# Llanerch Care Home For The Elderly



## amber95 (Jan 21, 2016)

Llanerch Care Home / Merthyr Mawr / January 2016
This care home shut around the 2006 period as a result of a fire.
I'm yet to find a picture of it prior to the damage, but the photos show that an element of it's beauty still remains. I'll have a few more threads the next few weeks of some other residential areas . 
It's based in a rural setting and not too difficult to find if you're familiar with the area. 


IMG_2231 by amber bowers, on Flickr


Urbex by amber bowers, on Flickr


Urbex by amber bowers, on Flickr


Urbex by amber bowers, on Flickr


Urbex by amber bowers, on Flickr


Urbex by amber bowers, on Flickr


Urbex by amber bowers, on Flickr


Urbex by amber bowers, on Flickr


Urbex by amber bowers, on Flickr


Urbex by amber bowers, on Flickr

I hope you guys enjoy the pictures!


----------



## krela (Jan 21, 2016)

Hi abow,

Thanks for posting, you need to follow these instructions to get your images to show up...

http://www.derelictplaces.co.uk/main/help-and-faqs/31184-add-images-posts.html#post307565


----------



## amber95 (Jan 23, 2016)

*Help!*

Hi Krela,
Not sure why but I can't seem to see my thread anymore, just your initial response to it with regards to uploading my images correctly. Any idea why?
Thanks!


----------



## krela (Jan 23, 2016)

abow95 said:


> Hi Krela,
> Not sure why but I can't seem to see my thread anymore, just your initial response to it with regards to uploading my images correctly. Any idea why?
> Thanks!



Fixed now, thanks for fixing the photos.


----------



## flyboys90 (Jan 23, 2016)

Shame that's been a nice looking building,great shots.


----------



## Sam Haltin (Jan 23, 2016)

That used to be a care home? Beyond any repair care home, what a shame though it does look like it used to be a nice house at one time.


----------



## Rubex (Jan 23, 2016)

Very nice indeed  I really like the chimneys.


----------



## tazong (Jan 23, 2016)

What i find odd is why so many of the windows have been blocked up? especially if it was a care home.


----------



## matt1991 (Feb 12, 2016)

A fantastic site. Just got back from a visit there myself as we were just passing by.

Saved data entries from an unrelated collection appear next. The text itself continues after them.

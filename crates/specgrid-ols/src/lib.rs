//! Shared-factorisation OLS engine: many related least-squares models on one union design,
//! from one Householder QR. See docs/methods.md for the algebra and its sources.
#![warn(missing_docs)]
pub mod absorb;
pub mod api;
mod dense;
mod finish;
mod independent;
pub mod inference;
mod lockstep;
mod model_core;
mod moments;
mod plan;
mod refine;
mod row_pass;
mod shared;
mod small_qr;
mod student;
mod validate;

pub use absorb::{
    absorb, AbsorbError, AbsorbInfo, AbsorbOptions, AbsorbedDesign, RowWeights, WeightKind,
};
pub use api::*;
pub use independent::fit_independent;
pub use moments::{CovarianceRoute, MomentStats};
pub use row_pass::RowProducts;
pub use shared::SharedFactor;
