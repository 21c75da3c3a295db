//! The independent reference route: a fresh Householder QR (faer) of each model's own gathered
//! columns and plain per-row loops for every residual-based sum. It shares no factor with
//! [`crate::SharedFactor`]; property tests compare the two and the benchmark uses it as baseline.

use faer::dyn_stack::{MemBuffer, MemStack};
use faer::linalg::qr::no_pivoting::factor::{
    qr_in_place, qr_in_place_scratch, recommended_block_size,
};
use faer::{Mat, Par};

use crate::api::{Design, FitOptions, ModelError, ModelFit, ModelSpec};
use crate::finish::{finish, BpSums, Meats, UNIT_LEVERAGE_GAP};
use crate::model_core::{core_from_factor, CoreFit, FactorParts, ModelTss};
use crate::plan::Plan;
use crate::refine::{needs_refinement, refine};
use crate::row_pass::{empty_meats, outer_sums};
use crate::student::TQuantiles;
use crate::validate::{check_design, check_model, check_options};

/// Fits one model by a fresh QR of its own columns (model order), dropping any column whose
/// diagonal entry in R falls below the collinearity tolerance and re-factoring without it.
pub fn fit_independent(
    design: &Design,
    model: &ModelSpec,
    opts: &FitOptions,
) -> Result<ModelFit, ModelError> {
    check_design(design).map_err(|e| ModelError::InvalidRequest(e.to_string()))?;
    check_options(opts, design)?;
    let (n, p, m) = (design.x.nrows(), design.x.ncols(), design.y.ncols());
    check_model(model, p, m, n)?;
    let plan = Plan::new(design, opts);
    let core = independent_core(design, model, opts)?;
    let meats = direct_sums(design, &core, &plan);
    finish(
        &core,
        &meats,
        &plan,
        opts,
        &mut TQuantiles::new(opts.confidence_level),
    )
}

fn independent_core(
    design: &Design,
    model: &ModelSpec,
    opts: &FitOptions,
) -> Result<CoreFit, ModelError> {
    let n = design.x.nrows();
    let norm = |v: f64| if v > 0.0 { v } else { 1.0 };
    let col_scales: Vec<f64> = model
        .columns
        .iter()
        .map(|&c| norm(design.x.col(c).norm_l2()))
        .collect();
    let y = design.y.col(model.outcome);
    let y_scale = norm(y.norm_l2());
    let col_constant: Vec<bool> = model
        .columns
        .iter()
        .map(|&c| {
            let col = design.x.col(c);
            col[0] != 0.0 && col.iter().all(|&v| v == col[0])
        })
        .collect();
    let col_sums: Vec<f64> = model
        .columns
        .iter()
        .map(|&c| design.x.col(c).iter().sum())
        .collect();
    let mut kept_pos: Vec<usize> = (0..model.columns.len()).collect();
    loop {
        let k = kept_pos.len();
        let mut z = Mat::<f64>::zeros(n, k + 1);
        for (q, &pos) in kept_pos.iter().enumerate() {
            let (c, s) = (model.columns[pos], col_scales[pos]);
            for i in 0..n {
                z[(i, q)] = design.x[(i, c)] / s;
            }
        }
        for i in 0..n {
            z[(i, k)] = y[i] / y_scale;
        }
        let size = n.min(k + 1);
        let block = recommended_block_size::<f64>(n, k + 1).max(1);
        let mut coeff = Mat::<f64>::zeros(block, size);
        qr_in_place(
            z.as_mut(),
            coeff.as_mut(),
            Par::Seq,
            MemStack::new(&mut MemBuffer::new(qr_in_place_scratch::<f64>(
                n,
                k + 1,
                block,
                Par::Seq,
                Default::default(),
            ))),
            Default::default(),
        );
        // A unit-norm column keeps |R_qq| of new direction; below tolerance it is dependent.
        // Only the first small diagonal is trustworthy: after a dependent column the unpivoted
        // QR's later diagonals can collapse too (R_qq = 0 seen for an independent column), so
        // drop one column per pass and re-factor.
        let flagged: Vec<usize> = (0..k)
            .find(|&q| q >= n || z[(q, q)].abs() <= opts.collinearity_tolerance)
            .into_iter()
            .collect();
        if !flagged.is_empty() {
            kept_pos = kept_pos
                .iter()
                .enumerate()
                .filter(|(q, _)| !flagged.contains(q))
                .map(|(_, &pos)| pos)
                .collect();
            continue;
        }
        let r: Vec<f64> = (0..k * k)
            .map(|idx| {
                let (i, j) = (idx % k, idx / k);
                if i <= j {
                    z[(i, j)]
                } else {
                    0.0
                }
            })
            .collect();
        let qty: Vec<f64> = (0..k).map(|i| z[(i, k)]).collect();
        let resid_norm = if n > k { z[(k, k)].abs() } else { 0.0 };
        let parts = FactorParts {
            kept_pos: &kept_pos,
            r: &r,
            qty: &qty,
            resid_norm,
            col_scales: &col_scales,
            y_scale,
            col_constant: &col_constant,
            tss: ModelTss::of(y),
            col_sums: &col_sums,
        };
        let mut core = core_from_factor(n, model, &parts, &design.x_names, opts)?;
        if needs_refinement(&core) {
            refine(&mut core, design.x.as_ref(), y, opts, &mut Vec::new())?;
        }
        return Ok(core);
    }
}

/// Every residual-based sum by direct loops over rows.
fn direct_sums(design: &Design, core: &CoreFit, plan: &Plan) -> Meats {
    let n = core.n;
    let k = core.k();
    let x = &design.x;
    let y = design.y.col(core.outcome);
    let mut meats = empty_meats(core, plan);
    let resid: Vec<f64> = (0..n)
        .map(|i| {
            y[i] - (0..k)
                .map(|q| x[(i, core.kept[q])] * core.coef[q])
                .sum::<f64>()
        })
        .collect();
    let mut bp = BpSums {
        xtu: vec![0.0; k],
        xt1: vec![0.0; k],
        ..BpSums::default()
    };
    for (i, e) in resid.iter().enumerate() {
        let u = e * e;
        bp.sum_u += u;
        bp.sum_u2 += u * u;
        for q in 0..k {
            let xv = x[(i, core.kept[q])];
            bp.xtu[q] += xv * u;
            bp.xt1[q] += xv;
        }
    }
    meats.bp = Some(bp);
    let nw = meats.wpos.len();
    if nw == 0 {
        return meats;
    }
    let mut a = vec![vec![0.0; k]; nw];
    for (wi, &q) in meats.wpos.iter().enumerate() {
        core.xtx_inv_row(q, &mut a[wi]);
    }
    let leverage: Vec<f64> = (0..n)
        .map(|i| {
            (0..k)
                .map(|c| {
                    (0..=c)
                        .map(|l| x[(i, core.kept[l])] / core.scales[l] * core.rinv[l + c * k])
                        .sum::<f64>()
                        .powi(2)
                })
                .sum()
        })
        .collect();
    let mut hc = vec![[0.0f64; 3]; nw];
    let mut cluster: Vec<Vec<f64>> = plan
        .groupings
        .iter()
        .map(|g| vec![0.0; g.range * nw])
        .collect();
    for i in 0..n {
        let gap = 1.0 - leverage[i];
        if plan.need_leverage() && gap <= UNIT_LEVERAGE_GAP && meats.unit_leverage_row.is_none() {
            meats.unit_leverage_row = Some(i);
        }
        for (wi, aw) in a.iter().enumerate() {
            let w: f64 = (0..k).map(|l| aw[l] * x[(i, core.kept[l])]).sum();
            let we = w * resid[i];
            hc[wi][0] += we * we;
            if gap > UNIT_LEVERAGE_GAP {
                hc[wi][1] += we * we / gap;
                hc[wi][2] += we * we / (gap * gap);
            }
            for (sums, g) in cluster.iter_mut().zip(&plan.groupings) {
                sums[wi * g.range + g.codes[i] as usize] += we;
            }
        }
    }
    if plan.need_hc0 {
        meats.hc0 = hc.iter().map(|h| h[0]).collect();
    }
    if plan.need_hc2 {
        meats.hc2 = hc.iter().map(|h| h[1]).collect();
    }
    if plan.need_hc3 {
        meats.hc3 = hc.iter().map(|h| h[2]).collect();
    }
    meats.group_outer = cluster
        .iter()
        .zip(&plan.groupings)
        .map(|(s, g)| outer_sums(s, g.range, nw))
        .collect();
    meats
}
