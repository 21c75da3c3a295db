//! Shared-factorisation OLS engine. See docs/methods.md.
pub mod api;
pub use api::*;
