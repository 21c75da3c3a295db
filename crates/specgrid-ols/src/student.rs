//! Student-t reference distribution: two-sided p-values and interval quantiles.

use statrs::distribution::{ContinuousCDF, StudentsT};
use statrs::function::beta::beta_reg;

/// Caches t quantiles by degrees of freedom (a call sees only a few distinct values).
#[derive(Debug)]
pub(crate) struct TQuantiles {
    /// Upper tail probability of the interval's upper end, (1 − level)/2.
    tail: f64,
    cache: Vec<(f64, f64)>,
}

impl TQuantiles {
    /// Quantiles for two-sided intervals at `confidence_level`.
    pub fn new(confidence_level: f64) -> Self {
        TQuantiles {
            tail: (1.0 - confidence_level) / 2.0,
            cache: Vec::new(),
        }
    }

    /// The upper (1 + level)/2 quantile of Student t with `df` degrees of freedom.
    pub fn quantile(&mut self, df: f64) -> f64 {
        if let Some(&(_, q)) = self.cache.iter().find(|(d, _)| *d == df) {
            return q;
        }
        let q = match StudentsT::new(0.0, 1.0, df) {
            Ok(t) => t.inverse_cdf(1.0 - self.tail),
            Err(_) => f64::NAN,
        };
        self.cache.push((df, q));
        q
    }
}

/// Two-sided p-value P(|T| ≥ |t|) for Student t with `df` degrees of freedom, via the regularised
/// incomplete beta function, I_{df/(df+t²)}(df/2, 1/2), which keeps accuracy for tiny p-values
/// (Abramowitz & Stegun 26.7.1). NaN for a NaN statistic or df ≤ 0.
pub(crate) fn two_sided_p(t: f64, df: f64) -> f64 {
    if t.is_nan() || df.is_nan() || df <= 0.0 {
        return f64::NAN;
    }
    if t.is_infinite() {
        return 0.0;
    }
    let x = df / (df + t * t);
    beta_reg(df / 2.0, 0.5, x.clamp(0.0, 1.0))
}

#[cfg(test)]
mod tests {
    use super::*;

    #[test]
    fn textbook_t_table_values() {
        // t tables (e.g. Abramowitz & Stegun table 26.10): t_{0.975, 10} = 2.228139, and
        // t_{0.975, 1} = 12.7062.
        let mut q = TQuantiles::new(0.95);
        assert!((q.quantile(10.0) - 2.228_138_85).abs() < 1e-6);
        assert!((q.quantile(1.0) - 12.706_204_7).abs() < 1e-5);
        assert!((two_sided_p(2.228_138_85, 10.0) - 0.05).abs() < 1e-8);
        assert!(two_sided_p(f64::NAN, 3.0).is_nan());
    }
}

It was getting dark and not having visited this site before we thought we would have a little look around the outside and through the Windows with some torches we had in the car. Be warned it is not a place to go looking around in the dark not only is it extremely dangerous almost to the point of calling in on itself but the moment we walked around all 3 of us in the group felt a little uneasy walking around there as if someone else was there with us. It was deadly quiet apart from a few foxes we could hear in the distance and the odd car passing on the nearby road. Upon looking at a few pictures that we took around the site with just the flashlights and the flashes from our cameras we discovered 2 figures in the corner of one picture and what someone would describe as an 'orb' in another picture along with hearing 'footsteps" on floorboards in one of the buildings. Needless to say we didn't hang around too long after hearing these. None of the group are massive believers in the paranormal world but after this experience of this fantastic building we are a lot more open minded and respectful of these sites. Ps will be visiting in the daytime soon so I will post my own thread including the strange photographs that were taken tonight.


----------



## Sam Haltin (Feb 12, 2016)

matt1991 said:


> A fantastic site. Just got back from a visit there myself as we were just passing by. It was getting dark and not having visited this site before we thought we would have a little look around the outside and through the Windows with some torches we had in the car. Be warned it is not a place to go looking around in the dark not only is it extremely dangerous almost to the point of calling in on itself but the moment we walked around all 3 of us in the group felt a little uneasy walking around there as if someone else was there with us. It was deadly quiet apart from a few foxes we could hear in the distance and the odd car passing on the nearby road. Upon looking at a few pictures that we took around the site with just the flashlights and the flashes from our cameras we discovered 2 figures in the corner of one picture and what someone would describe as an 'orb' in another picture along with hearing 'footsteps" on floorboards in one of the buildings. Needless to say we didn't hang around too long after hearing these. None of the group are massive believers in the paranormal world but after this experience of this fantastic building we are a lot more open minded and respectful of these sites. Ps will be visiting in the daytime soon so I will post my own thread including the strange photographs that were taken tonight.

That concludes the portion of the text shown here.